Le froid se fait plus mordant ici comme en témoigne le givre glacé et fixé en drapeau le long des brins de la végétation rare et rase des lieux. Une petite brèche dans l’échine rocheuse de l’arête m’inspire un passage rapide en versant est. Plus que quelques mètres sans difficulté à parcourir et voici déjà la table d’orientation du Chiran rejointe, à 1909 mètres d’altitude. (9)
La neige, plus omniprésente avec l’altitude, n’en demeure pas moins la grande absente pour l’époque. 2022 ne restera pas dans les annales hivernales des Alpes du Sud.
Le sommet est également occupé par un petit observatoire, anciennement propriété du CNRS, qui, sur réservation et à partir du 1er mai, permet aux visiteurs/ses de profiter d’une soirée d’observation au sommet en compagnie d’un animateur astronome. Un petit refuge accueille ensuite tout le monde pour la nuit. Un bon plan à coupler avec la randonnée, non ? — Infos et réservation
Si le sommet du Chiran se prête bien à l’observation des planètes et des constellations grâce à la clarté de son ciel, il donne également l’occasion d’un panorama assez vaste sur les Alpes du Sud. En affûtant un peu ses yeux on pourra donc apercevoir le Mercantour – notamment la Cime du Gélas – mais aussi les sommets italiens voisins comme, par exemple, celui de l’Argentera parfaitement visible. En continuant à remonter cette ligne de reliefs on distingue très bien le bloc du Mont Pelat suivi de celui de l’Estrop.
Du Mercantour aux Écrins, du Ventoux à la Provence : le panorama depuis le Chiran assure le spectacle et offre une belle récompense visuelle au marcheur après l’effort de l’ascension.
Les autres sommets marquants sont ceux de la Barre des Écrins et du Pelvoux.

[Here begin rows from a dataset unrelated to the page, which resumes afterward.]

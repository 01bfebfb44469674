/* Operator command validation and effects, with a real alarm engine and a
 * real store file: garbage, oversize, wrong types, unknown keys and ids,
 * repeated acks, shelving, and the replies queued on the right topics.
 * No science here. */
#include <math.h>
#include <setjmp.h>
#include <stdarg.h>
#include <stddef.h>
#include <stdint.h>
#include <stdio.h>
#include <stdlib.h>
#include <string.h>
#include <unistd.h>
#include <cmocka.h>

#include "hs_command.h"

struct fixture {
    char dir[64];
    hs_store *st;
    hs_alarm_engine *eng;
    hs_topics topics;
    hs_alarm_sink sink;
    hs_commands cmd;
};

static int64_t fake_now = 1000000;
static int64_t fake_clock(void) { return fake_now; }

static int setup(void **state)
{
    static struct fixture f;
    memset(&f, 0, sizeof f);
    snprintf(f.dir, sizeof f.dir, "/tmp/hs-cmd-test.XXXXXX");
    if (mkdtemp(f.dir) == NULL)
        return -1;
    char path[128], err[256];
    snprintf(path, sizeof path, "%s/h.db", f.dir);
    f.st = hs_store_open(path, HS_STORE_WRITE, NULL, err, sizeof err);
    f.eng = hs_alarm_new(1);
    if (f.st == NULL || f.eng == NULL || hs_topics_init(&f.topics, "halostage", "demo") != 0)
        return -1;
    hs_alarm_rule r;
    hs_alarm_rule_default(&r, HS_RULE_BITTERN_LIMIT);
    snprintf(r.name, sizeof r.name, "bittern");
    r.on_delay_ms = r.off_delay_ms = 0;
    if (hs_alarm_add(f.eng, &r, "crys-1") != HS_ALARM_DONE)
        return -1;
    f.sink = (hs_alarm_sink){.store = f.st, .topics = &f.topics};
    f.cmd = (hs_commands){.engine = f.eng, .sink = &f.sink, .topics = &f.topics,
                          .clock_ms = fake_clock};
    /* Raise the alarm: event 1. */
    hc_brine_state s;
    hc_state_clear(&s);
    s.baume = 29.5;
    hs_alarm_input in;
    hs_alarm_input_clear(&in);
    in.state = &s;
    if (hs_alarm_update(f.eng, "crys-1", &in, fake_now, hs_alarm_sink_emit, &f.sink) !=
        HS_ALARM_DONE)
        return -1;
    *state = &f;
    return 0;
}

static int teardown(void **state)
{
    struct fixture *f = *state;
    hs_store_close(f->st);
    hs_alarm_free(f->eng);
    char cmd[128];
    snprintf(cmd, sizeof cmd, "rm -rf '%s'", f->dir);
    return system(cmd) == 0 ? 0 : -1;
}

/* Applies text as verb; returns the reply's "error" or "result" string in buf. */
static int run(struct fixture *f, const char *verb, const char *text, char *buf, size_t len)
{
    int ok = -1;
    json_t *r = hs_command_apply(&f->cmd, verb, text, strlen(text), 0, &ok);
    assert_non_null(r);
    assert_int_equal(json_is_true(json_object_get(r, "ok")), ok);
    json_t *what = json_object_get(r, ok ? "result" : "error");
    assert_true(json_is_string(what));
    snprintf(buf, len, "%s", json_string_value(what));
    json_decref(r);
    return ok;
}

static void refuses_garbage(void **state)
{
    struct fixture *f = *state;
    char msg[256];
    assert_int_equal(run(f, "ack", "\x01\xff{{", msg, sizeof msg), 0);
    assert_non_null(strstr(msg, "not JSON"));
    assert_int_equal(run(f, "ack", "[1,2]", msg, sizeof msg), 0);
    assert_non_null(strstr(msg, "JSON object"));
    assert_int_equal(run(f, "ack", "", msg, sizeof msg), 0);
    assert_int_equal(run(f, "reboot", "{}", msg, sizeof msg), 0);
    assert_non_null(strstr(msg, "unknown command"));
    assert_int_equal(run(f, NULL, "{}", msg, sizeof msg), 0);
    /* Duplicate keys are ambiguous: refused. */
    assert_int_equal(run(f, "ack", "{\"event_id\":1,\"event_id\":2,\"operator\":\"x\"}", msg,
                         sizeof msg), 0);
}

static void refuses_oversize(void **state)
{
    struct fixture *f = *state;
    size_t n = HS_COMMAND_MAX_BYTES + 1;
    char *big = malloc(n + 1);
    assert_non_null(big);
    memset(big, ' ', n);
    big[0] = '{';
    big[n - 1] = '}';
    big[n] = '\0';
    char msg[256];
    assert_int_equal(run(f, "ack", big, msg, sizeof msg), 0);
    assert_non_null(strstr(msg, "4096"));
    free(big);
    int ok = 1;
    json_t *r = hs_command_apply(&f->cmd, "ack", NULL, 100000, 1, &ok);
    assert_int_equal(ok, 0);
    json_decref(r);
}

static void refuses_wrong_types_and_keys(void **state)
{
    struct fixture *f = *state;
    char msg[256];
    assert_int_equal(run(f, "ack", "{\"event_id\":\"1\",\"operator\":\"ana\"}", msg, sizeof msg),
                     0);
    assert_non_null(strstr(msg, "event_id"));
    assert_int_equal(run(f, "ack", "{\"event_id\":1.5,\"operator\":\"ana\"}", msg, sizeof msg),
                     0);
    assert_int_equal(run(f, "ack", "{\"event_id\":-3,\"operator\":\"ana\"}", msg, sizeof msg),
                     0);
    assert_int_equal(run(f, "ack", "{\"event_id\":1}", msg, sizeof msg), 0);
    assert_non_null(strstr(msg, "operator"));
    assert_int_equal(run(f, "ack", "{\"event_id\":1,\"operator\":7}", msg, sizeof msg), 0);
    assert_int_equal(run(f, "ack", "{\"event_id\":1,\"operator\":\"ana\",\"force\":true}", msg,
                         sizeof msg), 0);
    assert_non_null(strstr(msg, "force"));
    assert_int_equal(run(f, "ack", "{\"event_id\":1,\"pond\":\"crys-1\",\"operator\":\"ana\"}",
                         msg, sizeof msg), 0);
    assert_int_equal(run(f, "shelve", "{\"pond\":\"crys-1\",\"rule\":\"bittern\","
                                      "\"duration_s\":60.0,\"operator\":\"ana\"}", msg,
                         sizeof msg), 0);
    assert_non_null(strstr(msg, "duration_s"));
    assert_int_equal(run(f, "shelve", "{\"pond\":\"crys-1\",\"rule\":\"bittern\","
                                      "\"operator\":\"ana\"}", msg, sizeof msg), 0);
    assert_non_null(strstr(msg, "duration_s"));
    /* The alarm is untouched by all of that. */
    hs_alarm_info info;
    assert_int_equal(hs_alarm_get(f->eng, 0, &info), 0);
    assert_int_equal(info.state, HS_ALARM_UNACKED);
}

static void refuses_unknown_ids(void **state)
{
    struct fixture *f = *state;
    char msg[256];
    assert_int_equal(run(f, "ack", "{\"event_id\":999,\"operator\":\"ana\"}", msg, sizeof msg), 0);
    assert_string_equal(msg, "unknown event_id 999");
    assert_int_equal(run(f, "ack", "{\"pond\":\"nowhere\",\"operator\":\"ana\"}", msg,
                         sizeof msg), 0);
    assert_string_equal(msg, "unknown pond 'nowhere'");
    assert_int_equal(run(f, "shelve", "{\"pond\":\"crys-1\",\"rule\":\"nope\","
                                      "\"duration_s\":60,\"operator\":\"ana\"}", msg,
                         sizeof msg), 0);
    assert_string_equal(msg, "pond 'crys-1' has no alarm rule 'nope'");
}

static void ack_twice_says_so(void **state)
{
    struct fixture *f = *state;
    char msg[256];
    assert_int_equal(run(f, "ack", "{\"event_id\":1,\"operator\":\"ana\",\"request_id\":\"r1\"}",
                         msg, sizeof msg), 1);
    assert_string_equal(msg, "acknowledged");
    assert_int_equal(run(f, "ack", "{\"event_id\":1,\"operator\":\"ana\"}", msg, sizeof msg), 1);
    assert_string_equal(msg, "already-acknowledged");
    assert_int_equal(run(f, "ack", "{\"pond\":\"crys-1\",\"rule\":\"bittern\","
                                   "\"operator\":\"ana\"}", msg, sizeof msg), 1);
    assert_string_equal(msg, "already-acknowledged");
    /* One journal row for the raise, one for the single real ack. */
    uint64_t last;
    assert_int_equal(hs_store_last_event_id(f->st, &last), 0);
    assert_int_equal(last, 2);
}

static void shelve_then_unshelve(void **state)
{
    struct fixture *f = *state;
    char msg[256];
    assert_int_equal(run(f, "shelve", "{\"pond\":\"crys-1\",\"rule\":\"bittern\","
                                      "\"duration_s\":3600,\"operator\":\"ana\","
                                      "\"note\":\"hydrometer check\"}", msg, sizeof msg), 1);
    assert_string_equal(msg, "shelved");
    assert_int_equal(run(f, "shelve", "{\"pond\":\"crys-1\",\"rule\":\"bittern\","
                                      "\"duration_s\":864000,\"operator\":\"ana\"}", msg,
                         sizeof msg), 0); /* beyond the rule's 24 h */
    assert_int_equal(run(f, "unshelve", "{\"pond\":\"crys-1\",\"rule\":\"bittern\","
                                        "\"operator\":\"ana\"}", msg, sizeof msg), 1);
    assert_string_equal(msg, "unshelved");
    assert_int_equal(run(f, "unshelve", "{\"pond\":\"crys-1\",\"rule\":\"bittern\","
                                        "\"operator\":\"ana\"}", msg, sizeof msg), 1);
    assert_string_equal(msg, "not-shelved");
}

struct topics_seen {
    char topic[8][128];
    int n;
};

static int see_topic(void *ctx, const hs_outbox_msg *m)
{
    struct topics_seen *t = ctx;
    if (t->n < 8)
        snprintf(t->topic[t->n++], sizeof t->topic[0], "%s", m->topic);
    return 0;
}

static void replies_go_to_their_topics(void **state)
{
    struct fixture *f = *state;
    hs_command_on_message(&f->cmd, "halostage/demo/command/ack", "{oops", 5, 0, 0);
    const char *ack = "{\"event_id\":1,\"operator\":\"ana\",\"request_id\":\"r1\","
                      "\"time\":\"1970-01-01T00:16:40Z\"}";
    hs_command_on_message(&f->cmd, "halostage/demo/command/ack", ack, strlen(ack), 0, 0);
    struct topics_seen t = {0};
    assert_int_equal(hs_store_outbox_peek(f->st, 0, 8, see_topic, &t), 4);
    assert_string_equal(t.topic[0], "halostage/demo/alarm/crys-1/bittern"); /* the raise */
    assert_string_equal(t.topic[1], "halostage/demo/error");
    assert_string_equal(t.topic[2], "halostage/demo/alarm/crys-1/bittern"); /* the ack */
    assert_string_equal(t.topic[3], "halostage/demo/reply");
    assert_int_equal(f->cmd.accepted, 1);
    assert_int_equal(f->cmd.refused, 1);
    /* The CLI's queued form. */
    char *reply = hs_command_from_queue(&f->cmd, 1,
                                        "{\"command\":\"ack\",\"event_id\":1,\"operator\":\"b\"}");
    assert_non_null(reply);
    assert_non_null(strstr(reply, "already-acknowledged"));
    free(reply);
    reply = hs_command_from_queue(&f->cmd, 2, "{\"event_id\":1}");
    assert_non_null(strstr(reply, "\"ok\":false"));
    free(reply);
}

/* Reads the outbox rows after id *after into topic/payload pairs. */
struct rows_seen {
    char topic[16][128];
    char payload[16][512];
    int n;
};

static int see_row(void *ctx, const hs_outbox_msg *m)
{
    struct rows_seen *t = ctx;
    if (t->n < 16) {
        snprintf(t->topic[t->n], sizeof t->topic[0], "%s", m->topic);
        snprintf(t->payload[t->n], sizeof t->payload[0], "%.*s", (int)m->payload_len,
                 (const char *)m->payload);
        t->n++;
    }
    return 0;
}

static int64_t journal_rows(struct fixture *f)
{
    uint64_t last = 0;
    hs_store_flush(f->st);
    hs_store_last_event_id(f->st, &last);
    return (int64_t)last;
}

/* A retained command is never applied and is answered once, however often
 * the broker delivers it (a restart included: the answer is in the store). */
static void retained_refused_once(void **state)
{
    struct fixture *f = *state;
    const char *shelve = "{\"pond\":\"crys-1\",\"rule\":\"bittern\",\"duration_s\":3600,"
                         "\"operator\":\"ana\",\"request_id\":\"s1\","
                         "\"time\":\"1970-01-01T00:16:40Z\"}";
    int64_t before = journal_rows(f);
    for (int i = 0; i < 3; i++)
        hs_command_on_message(&f->cmd, "halostage/demo/command/shelve", shelve, strlen(shelve),
                              0, 1);
    assert_int_equal(journal_rows(f), before); /* nothing shelved */
    struct rows_seen t = {0};
    hs_store_outbox_peek(f->st, 0, 16, see_row, &t);
    int errors = 0;
    for (int i = 0; i < t.n; i++)
        if (strcmp(t.topic[i], "halostage/demo/error") == 0) {
            errors++;
            assert_non_null(strstr(t.payload[i], "retained command is never executed"));
        }
    assert_int_equal(errors, 1);
}

/* Over MQTT a command carries an id and a time: without them, or stale, it
 * is refused; a repeat gets its first answer again and is not re-applied. */
static void id_time_stale_and_repeat(void **state)
{
    struct fixture *f = *state;
    const char *topic = "halostage/demo/command/shelve";
    const char *no_id = "{\"pond\":\"crys-1\",\"rule\":\"bittern\",\"duration_s\":3600,"
                        "\"operator\":\"ana\"}";
    const char *stale = "{\"pond\":\"crys-1\",\"rule\":\"bittern\",\"duration_s\":3600,"
                        "\"operator\":\"ana\",\"request_id\":\"old\","
                        "\"time\":\"1970-01-01T00:05:00Z\"}"; /* 11 min 40 s before now */
    const char *fresh = "{\"pond\":\"crys-1\",\"rule\":\"bittern\",\"duration_s\":3600,"
                        "\"operator\":\"ana\",\"request_id\":\"new\","
                        "\"time\":\"1970-01-01T00:16:30.500Z\"}";
    int64_t before = journal_rows(f);
    hs_command_on_message(&f->cmd, topic, no_id, strlen(no_id), 0, 0);
    hs_command_on_message(&f->cmd, topic, stale, strlen(stale), 0, 0);
    assert_int_equal(journal_rows(f), before);
    hs_command_on_message(&f->cmd, topic, fresh, strlen(fresh), 0, 0);
    int64_t applied = journal_rows(f);
    assert_int_equal(applied, before + 1); /* shelved once */
    fake_now += 60000;
    hs_command_on_message(&f->cmd, topic, fresh, strlen(fresh), 0, 0);
    fake_now -= 60000;
    assert_int_equal(journal_rows(f), applied); /* the repeat changed nothing */
    struct rows_seen t = {0};
    hs_store_outbox_peek(f->st, 0, 16, see_row, &t);
    int missing = 0, stale_seen = 0, shelved = 0, repeat = 0;
    for (int i = 0; i < t.n; i++) {
        missing += strstr(t.payload[i], "missing key 'request_id'") != NULL;
        stale_seen += strstr(t.payload[i], "stale: sent at 1970-01-01T00:05:00Z, 700 s ago") != NULL;
        shelved += strstr(t.payload[i], "\"result\":\"shelved\"") != NULL &&
                   strstr(t.payload[i], "\"repeat\"") == NULL;
        repeat += strstr(t.payload[i], "\"repeat\":true") != NULL &&
                  strstr(t.payload[i], "\"result\":\"shelved\"") != NULL;
    }
    assert_int_equal(missing, 1);
    assert_int_equal(stale_seen, 1);
    assert_int_equal(shelved, 1);
    assert_int_equal(repeat, 1);
}

static void command_times_parse(void **unused)
{
    (void)unused;
    int64_t t;
    assert_int_equal(hs_command_parse_time("2026-01-01T00:00:00Z", &t), 0);
    assert_int_equal(t, INT64_C(1767225600000));
    assert_int_equal(hs_command_parse_time("2026-01-01T00:00:00.25Z", &t), 0);
    assert_int_equal(t, INT64_C(1767225600250));
    assert_int_equal(hs_command_parse_time("2026-01-01T00:00:00", &t), -1); /* no zone */
    assert_int_equal(hs_command_parse_time("2026-01-01T00:00:00+01:00", &t), -1);
    assert_int_equal(hs_command_parse_time("yesterday", &t), -1);
    assert_int_equal(hs_command_parse_time("2026-01-01T00:00:00.Z", &t), -1);
}

int main(void)
{
    const struct CMUnitTest tests[] = {
        cmocka_unit_test_setup_teardown(refuses_garbage, setup, teardown),
        cmocka_unit_test_setup_teardown(refuses_oversize, setup, teardown),
        cmocka_unit_test_setup_teardown(refuses_wrong_types_and_keys, setup, teardown),
        cmocka_unit_test_setup_teardown(refuses_unknown_ids, setup, teardown),
        cmocka_unit_test_setup_teardown(ack_twice_says_so, setup, teardown),
        cmocka_unit_test_setup_teardown(shelve_then_unshelve, setup, teardown),
        cmocka_unit_test_setup_teardown(replies_go_to_their_topics, setup, teardown),
        cmocka_unit_test_setup_teardown(retained_refused_once, setup, teardown),
        cmocka_unit_test_setup_teardown(id_time_stale_and_repeat, setup, teardown),
        cmocka_unit_test(command_times_parse),
    };
    return cmocka_run_group_tests(tests, NULL, NULL);
}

Côté sud, au-delà du Mourre de Chanier qui impose sa présence, on repère facilement le Pré Chauvin, avec un bout de Cadières qui dépasse juste derrière. L’entaille du Grand Canyon du Verdon s’aperçoit également. Les massifs provençaux – Sainte-Beaume et Sainte-Victoire – intègrent le panorama ainsi que Lure et le Ventoux, répartis au-delà d’un bout du Lac de Sainte-Croix et de l’immense Plateau de Valensole. Encore un 360° remarquable !
RETOUR PAR LES CRÊTES AU PAYS DES VAUTOURS
Du sommet du Chiran à la Crête du Chiran : 2,5 km – 125m D+ – 1h
On quitte le sommet par le portail mais pas question de suivre le PR jaune qui descend vers un autre, celui de Blieux : la navigation dans les grands espaces du Chiran se poursuit avec un nouveau chapitre de la boucle. C’est l’option de la Crête du Chiran que j’ai retenu pour retourner vers Majastres. On s’oriente donc plus ou moins nord-est pour dégringoler sous le sommet en direction de la grande plaine où s’abrite une petite bergerie.
Cette section ouvre une nouvelle fenêtre paysagère qui nous fait découvrir, de l’autre côté, la longue crête du Montdenier.
La prairie est rapidement traversée pour ensuite rattaquer un dernier et court dénivelé d’environ 150 mètres qui, par palier, s’en va rejoindre le point le plus élevé de cette crête, marqué à 1825 mètres sur l’IGN. (10) Pour l’atteindre, on fait le choix de la proximité de la crête et d’un cheminement aéré au bord des falaises où admirer facilement le vol des vautours fauves.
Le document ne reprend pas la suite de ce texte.